WASHINGTON, DC — Ways and Means Oversight Subcommittee Chairman Peter Roskam (R-IL), Health Subcommittee Chairman Kevin Brady (R-TX), and Rep. Adrian Smith (R-NE) sent a letter yesterday to the acting administrator of the Centers for Medicare and Medicaid Services (CMS), Andrew Slavitt. In the letter, the members express concern over the lack of oversight and request more information on the financial solvency of Consumer Operated and Oriented Plans (CO-OPs). This letter comes in the wake of several Obamacare-created CO-OPs failing, potentially costing taxpayers hundreds of millions of dollars.

The lawmakers wrote, “We look forward to working with you to improve oversight, accountability, and transparency of the CO-OPs, and most importantly, to protect taxpayers who stand to lose when they fail.”

The full text of the letter is below and a signed copy is available here.

September 30, 2015

Mr.

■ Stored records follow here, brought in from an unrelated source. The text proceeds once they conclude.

def emit_fc(b: Builder, out_name: str, x: Tensor, w: Tensor, bias: np.ndarray | None,
            y_q: QuantParams | None, act: tuple[int, int], w_layout: str) -> Tensor:
    """MatMul/Gemm: y[..., n] = x[..., k] . w; w_layout 'nk' ([N,K]) or 'kn' ([K,N]).

    A constant rank-3 right operand [B, K, N] with x [B, M, K] is a batch of B products.
    """
    _need_per_tensor(b, x, "input")
    batch = 1
    if len(w.shape) == 3 and w.is_const and w_layout == "kn" and len(x.shape) == 3 \
            and x.shape[0] == w.shape[0]:
        batch = w.shape[0]
        if w.quant.scale.size != 1:
            raise b.error("batched MatMul with per-column weight scales is not supported")
    elif len(w.shape) != 2:
        raise b.error(f"right operand of rank {len(w.shape)} is not supported (rank 2, or a "
                      "constant rank 3 matching the batch)")
    kdim, ndim = (w.shape[-1], w.shape[-2]) if w_layout == "nk" else (w.shape[-2], w.shape[-1])
    n, k = ndim, kdim
    if x.shape[-1] != k:
        raise b.error(f"inner dimensions differ: {list(x.shape)} x {list(w.shape)}")
    if not w.is_const:
        _need_per_tensor(b, w, "right operand")
    elif w.quant is None or w.quant.scale.size not in (1, n):
        raise b.error("weight scale must be per-tensor or one per output column")
    if w.is_const and w_layout == "kn":  # store constant weights [.., N, K]: rows contiguous
        q = w.quant
        if q.per_axis:
            q = QuantParams(q.scale, q.zero_point, 0 if batch == 1 else None, q.src_dtype)
        wt = b.add_tensor(w.name + "_nk", (*w.shape[:-2], n, k), "int8", q,
                          np.ascontiguousarray(np.swapaxes(w.data, -1, -2)))
        w, w_layout = wt, "nk"
    shape = (*x.shape[:-1], n)
    y = _out(b, out_name, shape, y_q, "int8" if y_q is not None else "int32")
    inputs = [x.name, w.name]
    if bias is not None:
        bt = b.add_tensor(out_name + "_bias", (n,), "int32", None,
                          checked_cast(bias, np.int32, "bias", b.error))
        inputs.append(bt.name)
    b.add_op("fc", inputs, [y.name], act=act, w_layout=w_layout, batch=batch)
    return y
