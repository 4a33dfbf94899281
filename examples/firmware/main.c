/* main.c - the smallest firmware that runs a tinygen model, step by step.
 *
 * Scenario: a 3-axis accelerometer on a pump housing. Fill one window of readings (in g),
 * classify it, print the class and its score. classify() is the driver core shown in the
 * README, written only from the emitted header, so it is right for int8 and uint8 models.
 * Build: make TREE=<emitted tree>   Run on QEMU: make run TREE=<emitted tree>
 * The tree must be emitted with the default --prefix model and --io arena.
 */
#include <stddef.h>
#include <stdint.h>

#include "model.h"       /* from the emitted tree: types, sizes, scales and the entry points */

void app_print(const char *text);   /* startup.c: console (semihosting here) */

/* Stand-in for the sensor driver: reading i of the window, in g. For the pump model the
 * input is [128 samples][3 axes], so i = 3 * sample + axis. A triangle wave per axis
 * keeps it deterministic and free of libm. */
static float app_sensor_reading(uint32_t i)
{
    const uint32_t period = 40u;                        /* 25 Hz at 1 kHz sampling */
    uint32_t phase = (i / 3u + 10u * (i % 3u)) % period;
    float tri = (phase < period / 2u) ? (float)phase : (float)(period - phase);
    return 0.04f * tri - 0.4f;                          /* -0.4 g .. +0.4 g */
}

static void app_print_int(const char *label, int32_t value, const char *unit)
{
    char text[16];
    int pos = (int)sizeof text - 1;
    uint32_t magnitude = value < 0 ? 0u - (uint32_t)value : (uint32_t)value;
    text[pos] = '\0';
    do {
        text[--pos] = (char)('0' + magnitude % 10u);
        magnitude /= 10u;
    } while (magnitude != 0u && pos > 1);
    if (value < 0) {
        text[--pos] = '-';
    }
    app_print(label);
    app_print(&text[pos]);
    app_print(unit);
}

/* One window of real values (MODEL_INPUT_0_SIZE, storage order) in, the class index out. */
int classify(const float *window)
{
    model_input_0_t *in = model_input(NULL, 0);           /* input 0, inside the arena */
    const model_output_0_t *score = model_output(NULL, 0);
    uint32_t i, best = 0u;

    for (i = 0u; i < MODEL_INPUT_0_SIZE; ++i) {
        in[i] = model_quantize_input_0(window[i]);
    }
    if (model_run(NULL, NULL, NULL) != 0) {               /* NULL: the arena in model.c */
        return -1;
    }
    for (i = 1u; i < MODEL_OUTPUT_0_SIZE; ++i) {          /* quantized order = real order */
        if (score[i] > score[best]) {
            best = i;
        }
    }
    return (int)best;
}

int main(void)
{
    static float window[MODEL_INPUT_0_SIZE];
    const model_output_0_t *score = model_output(NULL, 0);
    uint32_t i;
    int best;

    /* 1. One window of sensor readings, as real numbers (storage order). */
    for (i = 0u; i < MODEL_INPUT_0_SIZE; ++i) {
        window[i] = app_sensor_reading(i);
    }

    /* 2. Quantize, run, pick the class: the model's static arena (NULL) is placed in
     *    section .arena by the Makefile; no heap, only the arena and a little stack. */
    best = classify(window);
    if (best < 0) {
        app_print("model_run failed: misaligned arena\n");
        return 1;
    }

    /* 3. The winning score as a real number: (q - zero_point) * scale. */
    app_print_int("arena: ", (int32_t)MODEL_ARENA_BYTES, " bytes\n");
    app_print_int("class: ", (int32_t)best, "\n");
    app_print_int("score: ", (int32_t)(model_dequantize_output_0(score[best]) * 1000.0f),
                  " milli\n");
    return 0;
}
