def measure_layers(c, model_path: str, flags: str, samples, cpu: str | None = None,
                   float_model: str | None = None, inputs_path: str | None = None
                   ) -> LayerFigures:
    """Run what the per-layer columns need: the emulated core (cpu), the float reference
    (float_model, or a QDQ model's recovered float graph) and labelled accuracy."""
    from tinygen.accuracy import labelled_accuracy
    from tinygen.check import load_labels, run_check
    from tinygen.layer_error import quantization_error_or_note
    lf = LayerFigures(notes=[])
    if cpu is not None:
        from tinygen.target_check import emulate_compiled
        fig = emulate_compiled(c, samples[:2], cpu, flags)
        lf.cpu = cpu
        lf.instructions = {int(r["op"]): int(r["instructions"]) for r in fig["per_op"]}
        lf.stack_bytes, lf.target_flash_bytes = fig["stack_bytes"], fig["flash_bytes"]
        if not fig["bit_exact"]:
            lf.notes.append(f"the {cpu} build's outputs differ from the reference")
    lf.quant, note = quantization_error_or_note(c, model_path, samples, float_model)
    if note:
        lf.notes.append(note)
    if inputs_path and load_labels(inputs_path, len(samples)) is not None:
        res = run_check(c, model_path, samples, flags, against_ort=False)
        lf.accuracy = labelled_accuracy(c, model_path, inputs_path, samples, res.outputs,
                                        quant_error=lf.quant)
        lf.notes += lf.accuracy.notes
    return lf
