/* main.c - the smallest firmware that runs a tinygen model, step by step.
 *
 * Scenario: a 3-axis accelerometer on a pump housing. Fill one window of readings (in g),
 * quantize it into the model's input, run the model, read the class scores back.
 * Build: make TREE=<emitted tree>   Run on QEMU: make run TREE=<emitted tree>
 * The tree must be emitted with the default --prefix model and --io arena.
 */
#include <stddef.h>
#include <stdint.h>

#include "model.h"       /* from the emitted tree: sizes, scales and the entry points */

void app_print(const char *text);   /* startup.c: console (semihosting here) */

/* Stand-in for the sensor driver: reading i of the window, in g. For the pump model the
 * input is [128 samples][3 axes], so i = 3 * sample + axis. A triangle wave per axis
 * keeps it deterministic and free of libm. */
static float app_sensor_reading(uint32_t i)
{
    const uint32_t period = 40u;                        /* 25 Hz at 1 kHz sampling */
    uint32_t phase = (i / 3u + 10u * (i % 3u)) % period;
    float tri = (phase < period / 2u) ? (float)phase : (float)(period - phase);
    return 0.04f * tri - 0.4f;                          /* -0.4 g .. +0.4 g */
}

static void app_print_int(const char *label, int32_t value, const char *unit)
{
    char text[16];
    int pos = (int)sizeof text - 1;
    uint32_t magnitude = value < 0 ? 0u - (uint32_t)value : (uint32_t)value;
    text[pos] = '\0';
    do {
        text[--pos] = (char)('0' + magnitude % 10u);
        magnitude /= 10u;
    } while (magnitude != 0u && pos > 1);
    if (value < 0) {
        text[--pos] = '-';
    }
    app_print(label);
    app_print(&text[pos]);
    app_print(unit);
}

int main(void)
{
    float window[MODEL_INPUT_0_SIZE];
    float scores[MODEL_OUTPUT_0_SIZE];
    uint32_t i;
    uint32_t best = 0u;
    int status;

    /* 1. One window of sensor readings, as real numbers. */
    for (i = 0u; i < MODEL_INPUT_0_SIZE; ++i) {
        window[i] = app_sensor_reading(i);
    }

    /* 2. Quantize into the input tensor. With --io arena the input lives inside the arena;
     *    model_input(NULL, 0) points at it (NULL = the model's own static arena, which the
     *    Makefile places in section .arena). Per element, as ONNX QuantizeLinear does:
     *    q = clamp(round_half_even(x / MODEL_INPUT_0_SCALE) + MODEL_INPUT_0_ZERO_POINT). */
    model_quantize_input(0, window, model_input(NULL, 0), MODEL_INPUT_0_SIZE);

    /* 3. Run. No heap: all the memory it touches is the arena and a little stack. */
    status = model_run(NULL, NULL, NULL);
    if (status != 0) {
        app_print_int("model_run failed: ", status, "\n");
        return 1;
    }

    /* 4. Read the output back as real numbers: (q - zero_point) * scale. */
    model_dequantize_output(0, model_output(NULL, 0), scores, MODEL_OUTPUT_0_SIZE);
    for (i = 1u; i < MODEL_OUTPUT_0_SIZE; ++i) {
        if (scores[i] > scores[best]) {
            best = i;
        }
    }
    app_print_int("arena: ", (int32_t)MODEL_ARENA_BYTES, " bytes\n");
    app_print_int("class: ", (int32_t)best, "\n");
    app_print_int("score: ", (int32_t)(scores[best] * 1000.0f), " milli\n");
    return 0;
}
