/* One depthwise output channel over the valid window, any multiplier; xc points at
 * x[b][0][0][ic]. The general path: tg_dwconv takes it for multiplier > 1 and huge kernels. */
static int32_t tg_dwconv_window(const tg_conv_params_t *p, const tg_conv_window_t *win,
                                const int8_t *xc, const int8_t *wc, int32_t wz)
{
    int32_t acc = 0;
    int32_t ky;
    int32_t kx;
    for (ky = win->ky0; ky < win->ky1; ++ky) {
        const int32_t row = (win->base_y + ky * p->dil_h) * p->in_w + win->base_x;
        const int8_t *wr = wc + ky * p->k_w;
        for (kx = win->kx0; kx < win->kx1; ++kx) {
            acc += ((int32_t)xc[(row + kx * p->dil_w) * p->in_c] - p->in_zp)
                   * ((int32_t)wr[kx] - wz);
        }
    }
    return acc;
}

static void tg_dwconv_general(const tg_conv_params_t *p, const int8_t *x, const int8_t *w,
                              const int32_t *bias, void *y)
{
    const int32_t multiplier = p->out_c / p->in_c;
    const int32_t taps = p->k_h * p->k_w;
    int32_t b, oy, ox, c;
    for (b = 0; b < p->n; ++b) {
        const int8_t *xb = x + b * p->in_h * p->in_w * p->in_c;
        for (oy = 0; oy < p->out_h; ++oy) {
            for (ox = 0; ox < p->out_w; ++ox) {
                const tg_conv_window_t win = tg_conv_window(p, oy, ox);
                const int32_t yi = ((b * p->out_h + oy) * p->out_w + ox) * p->out_c;
                for (c = 0; c < p->out_c; ++c) {
                    const int32_t wz = p->w_zp != NULL ? p->w_zp[c] : 0;
                    const int32_t acc = bias[c] + tg_dwconv_window(p, &win, xb + c / multiplier,
                                                                   w + c * taps, wz);
                    tg_conv_put(p->rq, y, yi + c, &acc, c, 1);
                }
            }
        }
    }
}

Andrew Slavitt
Acting Administrator
Centers for Medicare and Medicaid Services
7500 Security Boulevard
Baltimore, MD 21244

Dear Mr. Slavitt:

On July 30, 2015, the Department of Health and Human Services Office of the Inspector General (OIG) raised concerns over the oversight of the Consumer Operated and Oriented Plans (CO-OPs) by the Department of Health and Human Services (HHS) and the Centers for Medicare and Medicaid Services (CMS). In its report, the OIG made several recommendations to improve the program and protect taxpayer dollars. We write today seeking additional information regarding CO-OPs, the OIG report, and the actions CMS is taking to ensure taxpayer funds are protected.

We have long been concerned about the financial solvency of CO-OPs. Federal spending, consisting of both start-up and solvency loans, totals $2.4 billion to date. As you are aware, earlier this year, CoOportunity Health, the CO-OP serving Nebraska and Iowa, went bankrupt and was liquidated by the state of Iowa after only one year of offering health coverage. In July, Louisiana Health Cooperative announced it would be closing.

In August, Nevada Health CO-OP announced to their 14,000 subscribers that it too would close by the end of 2015. And in September, New York State told Health Republic Insurance of New York to stop writing new policies and to shut down operations. These four CO-OPs received approximately $146 million, $66 million, $65.9 million, and $265 million respectively in taxpayer funds. It is highly unlikely these loans will ever be fully repaid, and taxpayers will be forced to pay for the losses of these failed programs.

Furthermore, according to the OIG report, more CO-OPs remain in serious financial trouble. The report found that from January 1 through December 31, 2014, 21 of the 23 CO-OPs incurred net losses and more than half of the 23 CO-OPs had net losses of at least $15 million. One CO-OP, Kentucky Health Cooperative, had a net loss of more than $50 million in 2014 alone.

The credit ratings firm Standard and Poor’s (S&P), found the medical loss ratios were more than 100 percent for several CO-OPs, which suggests that these CO-OPs spent more in healthcare claims than they received in premiums. S&P noted that, as of September 2014, 11 CO-OPs had worse loss ratios than CoOportunity Health, which closed earlier this year.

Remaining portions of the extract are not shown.